Data Types and Formats

When it comes to capturing metadata about fields we understand that there are a lot of different ways to describe a field. We have boiled this down to three fields that will be rigid enough to allow us to execute data validation on your behalf but also flexible enough to allow you to be able to fully capture the specifics of your data store.

  1. Field type: This is primarily used internally within Tree Schema, there are only three valid values

  • Object: this is any form of embedded set of values, such as a nested JSON, a dictionary or a map

  • List (or array): this is any list of items, the items may be objects, other lists or scalars

  • Scalar: these are everything else such as strings, integers, floats, decimals, other numeric values, booleans, etc.

  1. Data Type: This field is a value that is compatible with JSON serialization standards, as defined in the JSON Schema Definiton.
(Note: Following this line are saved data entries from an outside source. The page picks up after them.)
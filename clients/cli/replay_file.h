/* SPDX-License-Identifier: GPL-3.0-or-later */
/* Reading and writing files of recorded questions, format leeway-replay/1: JSON, one value a line.
 * The first line is the head, every other line one question:
 *   {"format":"leeway-replay/1","title":"..","tolerance":{"length_mm":1e-6,..},"at":{..},
 *    "check":[..],"ignore":[..]}
 *   {"method":"POST","path":"/v1/mechanisms/label-stage/inverse","body":{..},"status":200,
 *    "expect":{..},"note":"..","tolerance":{..},"at":{..},"check":[..],"ignore":[..]}
 * Only questions may stand in it: a replay can never change the catalog. Pure, no network. */
#ifndef LWC_REPLAY_FILE_H
#define LWC_REPLAY_FILE_H

#include "compare.h"

#define LWC_REPLAY_FORMAT "leeway-replay/1"

enum { LWC_REPLAY_FILE_MAX = 256 * 1024 * 1024, LWC_REPLAY_PATH_MAX = 2048 };

typedef struct lwc_replay {
    const char *data; /* borrowed */
    size_t len;
    size_t at;   /* where the next line starts */
    size_t line; /* number of the line last read */
    cJSON *head;
} lwc_replay;

typedef struct lwc_replay_entry {
    size_t line;
    const char *text; /* the line as it stands in the file, without its end */
    size_t text_len;
    cJSON *tree;      /* owns what follows */
    const char *method;
    const char *path;
    const cJSON *body;   /* NULL for GET */
    const cJSON *expect; /* object or array */
    long status;
    const char *note;    /* or NULL */
} lwc_replay_entry;

/* Reads the head. False with a sentence ("line 1: ...") in `why`. Close it in every case. */
bool lwc_replay_open(lwc_replay *replay, const char *data, size_t len, lwc_text *why);
void lwc_replay_close(lwc_replay *replay);
/* 1 with an entry (clear it), 0 at the end, -1 with a sentence in `why`. */
int lwc_replay_next(lwc_replay *replay, lwc_replay_entry *entry, lwc_text *why);
void lwc_replay_entry_clear(lwc_replay_entry *entry);

/* Rules for one entry: defaults, the head's, the entry's, then the command line's `tolerance`
 * ("length_mm=0.01,ratio=1e-3"), which lwc_replay_tolerance has checked before. */
void lwc_replay_rules(lwc_compare_rules *out, const lwc_replay *replay,
                      const lwc_replay_entry *entry, const char *tolerance);
bool lwc_replay_tolerance(lwc_tolerance *tolerance, const char *list, lwc_text *why);

/* The path with another mechanism, and for GET with another revision in the query; `mechanism` may
 * be NULL, `revision` 0. */
void lwc_replay_path(lwc_text *out, const lwc_replay_entry *entry, const char *mechanism,
                     long revision);
/* The body, with another revision where `revision` is not 0 (then without "expect", which names a
 * digest, also in a batch's members); NULL for GET. Free with cJSON_Delete. */
cJSON *lwc_replay_body(const lwc_replay_entry *entry, long revision);

/* Appends a head, or a question with its answer, each with a line end. */
void lwc_replay_write_head(lwc_text *out);
void lwc_replay_write(lwc_text *out, const char *path, const cJSON *body, long status,
                      const cJSON *answer);
/* The entry's line with status and expectation replaced. */
void lwc_replay_rewrite(lwc_text *out, const lwc_replay_entry *entry, long status,
                        const cJSON *expect);

#endif
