/* "drive m2 171.5 is 1.5 beyond [-170, 170]". */
static void limit_line(lwc_text *out, const cJSON *limit)
{
    const char *of = lwc_json_string(limit, "of");
    const char *name = lwc_json_string(limit, "name");
    if (name == NULL) {
        lwc_value_line(out, limit);
        return;
    }
    lwc_text_printf(out, "%s %s ", of != NULL ? of : "", name);
    lwc_value_line(out, lwc_json_get(limit, "value"));
    if (lwc_json_get(limit, "over") != NULL) {
        lwc_text_puts(out, " is ");
        lwc_value_line(out, lwc_json_get(limit, "over"));
        lwc_text_puts(out, " beyond");
    }
    if (lwc_json_get(limit, "range") != NULL) {
        lwc_text_puts(out, " [");
        lwc_value_line(out, lwc_json_get(limit, "range"));
        lwc_text_putc(out, ']');
    }
}

/* The names alone, for a cell of a table. */
static void limit_names(lwc_text *out, const cJSON *limits)
{
    const cJSON *limit = NULL;
    cJSON_ArrayForEach(limit, limits)
    {
        const char *name = lwc_json_string(limit, "name");
        lwc_text_puts(out, out->len > 0 ? ", " : "");
        lwc_text_puts(out, name != NULL ? name : "?");
    }
}

/* One line a limit, for solution `no` (0: there is only one). */
static void show_limits(lwc_text *out, const cJSON *limits, size_t no)
{
    const cJSON *limit = NULL;
    cJSON_ArrayForEach(limit, limits)
    {
        lwc_text line = {0};
        limit_line(&line, limit);
        lwc_text_puts(out, "  ");
        if (no > 0) {
            lwc_text_printf(out, "%zu: ", no);
        }
        lwc_text_safe(out, line.data, line.len);
        lwc_text_putc(out, '\n');
        lwc_text_clear(&line);
    }
}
  • We have chosen to do this because a large part of the value that comes with a data catalog is understanding relationships between data and JSON is one of the most common, simplistic and interoperable ways to serialize data.

  • We map every possible value from each data store to one of these common data types and we require that a value be selected for this field on each schema you manually create.

  • This enables us to do data validation checks for you such as “did an integer field change to a boolean?” and to also track your data type movement across data stores to ensure they are valid.

  1. Data Format: This is a free-form field which should be used to give your users more context about the field.

  • When we automatically generate schemas on your behalf we fill in this value directly from the Data Store; for example a data type of string may have a data format of varchar(64).

  • This is also a good place to capture formatting for date / timestamp objects if needed.